POLITIK DAN ASASNYA DALAM ISLAM

Oleh:
Shahibus Samahah Dato Prof. Dr. MAZA
Mufti Kerajaan Negeri Perlis

Politik dalam Islam: Keadilan Bukan Sekadar Nama, Tapi Tanggung Jawab

Bicara soal politik di kalangan umat Islam sering menimbulkan keresahan. Apalagi jika sudah tercampur dengan fanatisme kelompok, hujah agama yang dipotong-potong, dan kepentingan tertentu. Namun sebenarnya, Islam tidak tabu terhadap politik — justru sejak awal Islam sudah membawa prinsip-prinsip kenegaraan dan kepemimpinan yang sangat mendalam.

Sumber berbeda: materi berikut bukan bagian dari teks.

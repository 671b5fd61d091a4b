import { createHash, randomBytes } from 'node:crypto'
import { existsSync, mkdtempSync, readFileSync, rmSync, statSync, utimesSync, writeFileSync } from 'node:fs'
import { tmpdir } from 'node:os'
import { join } from 'node:path'
import { describe, expect, it, onTestFinished } from 'vitest'
import { storageSettingsSchema } from '../../../server/config'
import { openConfiguredStorage } from '../../../server/services/storage'
import type { Storage } from '../../../server/storage'
import { newBucket } from '../../support/bucket'

const newDisk = () => {
  const folder = mkdtempSync(join(tmpdir(), 'storage-'))
  onTestFinished(() => rmSync(folder, { recursive: true, force: true }))
  return folder
}
const open = (settings: Record<string, string>) => {
  const storage = openConfiguredStorage(storageSettingsSchema.parse({ STORAGE_DIR: newDisk(), ...settings }))
  onTestFinished(() => storage.close())
  return storage
}

const bytesOf = async (stream: AsyncIterable<Buffer>) => {
  const pieces: Buffer[] = []
  for await (const piece of stream) pieces.push(piece)
  return Buffer.concat(pieces)
}
const textOf = async (stream: AsyncIterable<Buffer>) => (await bytesOf(stream)).toString()

async function put(storage: Storage, key: string, bytes: string | Buffer) {
  const file = await storage.temporary('test')
  writeFileSync(file.path, bytes)
  await file.keep(key)
}

describe.each([
  ['on the disk', async () => ({})],
  ['in a bucket', newBucket],
])('storage %s', (_, settings) => {
  it('names a file by its key only once it is whole', async () => {
    const storage = open(await settings())
    const file = await storage.temporary('film_worker')
    writeFileSync(file.path, 'whole')
    expect(await storage.stat('films/s/a.png')).toBeNull()
    await expect(storage.read('films/s/a.png')).rejects.toMatchObject({ code: 'file_missing' })
    await file.keep('films/s/a.png')
    expect(await textOf(await storage.read('films/s/a.png'))).toBe('whole')
    expect(await storage.list('temporary')).toEqual([])
  })

  it('keeps a file beside its temporary name until that is discarded', async () => {
    const storage = open(await settings())
    const file = await storage.temporary('photo_s_p')
    writeFileSync(file.path, 'original')
    await file.keepBeside('originals/s/p')
    expect(await storage.list('temporary')).toHaveLength(1)
    await file.discard()
    expect(await storage.list('temporary')).toEqual([])
    expect(readFileSync(await storage.localPath('originals/s/p'), 'utf8')).toBe('original')
  })

  it('reads a range of bytes, both ends included', async () => {
    const storage = open(await settings())
    await put(storage, 'films/s/range.png', '0123456789')
    await storage.removeFolder('copies')
    expect(await textOf(await storage.read('films/s/range.png', { start: 2, end: 4 }))).toBe('234')
  })

  it('lists, moves and removes what lies below a folder, and nothing beside it', async () => {
    const storage = open(await settings())
    for (const key of ['originals/a/1', 'originals/a/2', 'originals/ab/3', 'cache/a/1']) await put(storage, key, key)
    const keys = async (below: string) => (await storage.list(below)).map(file => file.key).sort()
    expect(await keys('originals')).toEqual(['originals/a/1', 'originals/a/2', 'originals/ab/3'])
    expect((await storage.list('originals')).find(file => file.key === 'originals/ab/3')!.bytes).toBe('originals/ab/3'.length)
    await storage.move('originals/a/2', 'quarantine/originals/a/2')
    expect(await storage.stat('originals/a/2')).toBeNull()
    await storage.removeFolder('originals/a')
    expect(await keys('originals')).toEqual(['originals/ab/3'])
    expect(await keys('cache')).toEqual(['cache/a/1'])
    await expect(storage.localPath('originals/a/2')).rejects.toMatchObject({ code: 'file_missing' })
  })

  it('keeps the modification time of a living owner’s temporary files fresh, and lets an abandoned one age', async () => {
    const storage = open(await settings())
    const [alive, abandoned] = [await storage.temporary('alive'), await storage.temporary('abandoned')]
    abandoned.abandon()
    for (const { path } of [alive, abandoned]) utimesSync(path, 1, 1)
    await expect.poll(() => statSync(alive.path).mtimeMs, { timeout: 4000 }).toBeGreaterThan(Date.now() - 10_000)
    expect(statSync(abandoned.path).mtimeMs).toBe(1000)
    await alive.discard()
  })

  it.each(['../outside', 'a/../../outside', '/etc/passwd/../../..'])('refuses the key %s, which leaves its folder', async (key) => {
    const storage = open(await settings())
    await expect(storage.localPath(key)).rejects.toThrow('leaves the storage folder')
  })
})

describe('a bucket', () => {
  it('gives back a file that this machine has no copy of, in parts as it was sent, and fetches it once', async () => {
    const storage = open(await newBucket())
    const bytes = randomBytes(20e6)
    await put(storage, 'originals/s/large', bytes)
    await storage.removeFolder('copies')
    const paths = await Promise.all([storage.localPath('originals/s/large'), storage.localPath('originals/s/large')])
    expect(new Set(paths).size).toBe(1)
    const hash = (b: Buffer) => createHash('sha256').update(b).digest('hex')
    expect(hash(readFileSync(paths[0]!))).toBe(hash(bytes))
    expect(await storage.list('temporary')).toEqual([])
  })

  it('holds what is kept for good only: caches stay on the machine', async () => {
    const settings = await newBucket()
    const [here, elsewhere] = [open(settings), open(settings)]
    await put(here, 'originals/s/p', 'original')
    await put(here, 'cache/s/p', 'thumbnail')
    expect(await textOf(await elsewhere.read('originals/s/p'))).toBe('original')
    expect(await elsewhere.stat('cache/s/p')).toBeNull()
  })

  it('gives links that open without a session, with the name to save under, for so long and no longer', async () => {
    const storage = open(await newBucket())
    await put(storage, 'films/s/a.tiff', 'film')
    const how = { contentType: 'image/tiff', disposition: 'attachment; filename="Quay.tif"' }
    const link = (await storage.link('films/s/a.tiff', 60, how))!
    const answer = await fetch(link)
    expect([answer.status, await answer.text(), answer.headers.get('content-type'), answer.headers.get('content-disposition')])
      .toEqual([200, 'film', 'image/tiff', 'attachment; filename="Quay.tif"'])
    const short = (await storage.link('films/s/a.tiff', 1, how))!
    await expect.poll(async () => (await fetch(short)).status, { timeout: 5000 }).toBe(403)
    expect(await open({}).link('films/s/a.tiff', 60, how)).toBeNull()
  })

  it('needs its keys: without them the program stops, naming the variable', () => {
    expect(storageSettingsSchema.safeParse({ STORAGE_DIR: '/nowhere', S3_BUCKET: 'ropeworks' }).error!.issues.map(i => i.path.join())).toEqual(['S3_ACCESS_KEY_ID', 'S3_SECRET_ACCESS_KEY'])
    expect(existsSync('/nowhere')).toBe(false)
  })
})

Melalui ceramah ini, kita diajak untuk melihat politik bukan sebagai perebutan kuasa, tetapi sebagai amanah untuk menjaga keadilan dan maslahat. Disampaikan dengan gaya bicara yang santai, diselingi kisah para sahabat dan sejarah umat Islam, isi ceramah ini mengajak kita untuk berpikir ulang: "Apa tujuan politik dalam Islam? Siapa yang seharusnya memimpin? Haruskah negara itu bernama Islam dulu baru adil, atau cukup tegakkan keadilan untuk menjadi Islamik?"

Kalau kamu ingin memahami bagaimana Islam memandang demokrasi, hudud, sekularisme, hingga kritik terhadap pemerintah — ceramah ini sangat layak kamu dengarkan. Tenang, tidak berat. Tapi menyentuh.

🧭 Rangkuman Poin-Poin Penting Ceramah:

1. Politik dalam Islam: Bukan Hal Asing

  • Islam tidak memisahkan diri dari politik, bahkan sejak awal datang untuk menata urusan manusia.
  • Tujuan utama politik: menjaga kemaslahatan (maslahah) manusia.

2. Prinsip Dasar Politik Islam

  • Dua ciri utama kepemimpinan menurut Al-Qur’an dan sunnah: kuat (kompeten) dan amanah.
  • Berdasarkan QS An-Nisa’ 58 dan kisah Nabi Musa.

3. Pemimpin Tidak Mesti Ustaz

  • Layak memimpin itu berdasarkan kemampuan, bukan semata status keagamaan.
  • Nabi SAW sendiri memilih pemimpin berdasarkan kapasitas, termasuk ‘Amr bin al-‘Ash dan Khalid bin al-Walid.

4. Sekularisme: Salah Faham Berakar

  • Sekularisme Kamal Atatürk ≠ Sekularisme Perancis.
  • Barat memahami sekularisme sebagai pemisahan otoritas, tapi tetap menjamin kebebasan beragama.
  • Di dunia Islam, istilah ini disalahfahami karena sejarah traumatis.

5. Hudud: Bukan Agenda Pertama

  • Hudud hanya relevan dalam sistem yang adil dan stabil.
  • Nabi SAW tidak memotong tangan pencuri dalam kondisi darurat, seperti perang dan musim kelaparan.
  • Fokus pertama negara Islam adalah mewujudkan keadilan sosial.

6. Mengkritik Pemimpin: Sunnah Para Sahabat

  • Umar bin Khattab, Muawiyah, bahkan Nabi SAW membuka ruang kritik.
  • Kritik dilakukan untuk menjaga amanah, bukan untuk menjatuhkan pribadi.

7. Politik Jangan Membunuh Ukhuwah

  • Fanatisme politik bisa membuat sesama Muslim saling benci dan memutus silaturrahim.
  • Kita perlu dewasa: kritik boleh, benci tidak.

8. Ukuran Politik Islam: Keadilan dan Maslahat

  • Negara yang menjamin hak, menjaga harta rakyat, menolak korupsi — itulah yang lebih “Islamik”, meskipun tidak bernama “negara Islam”.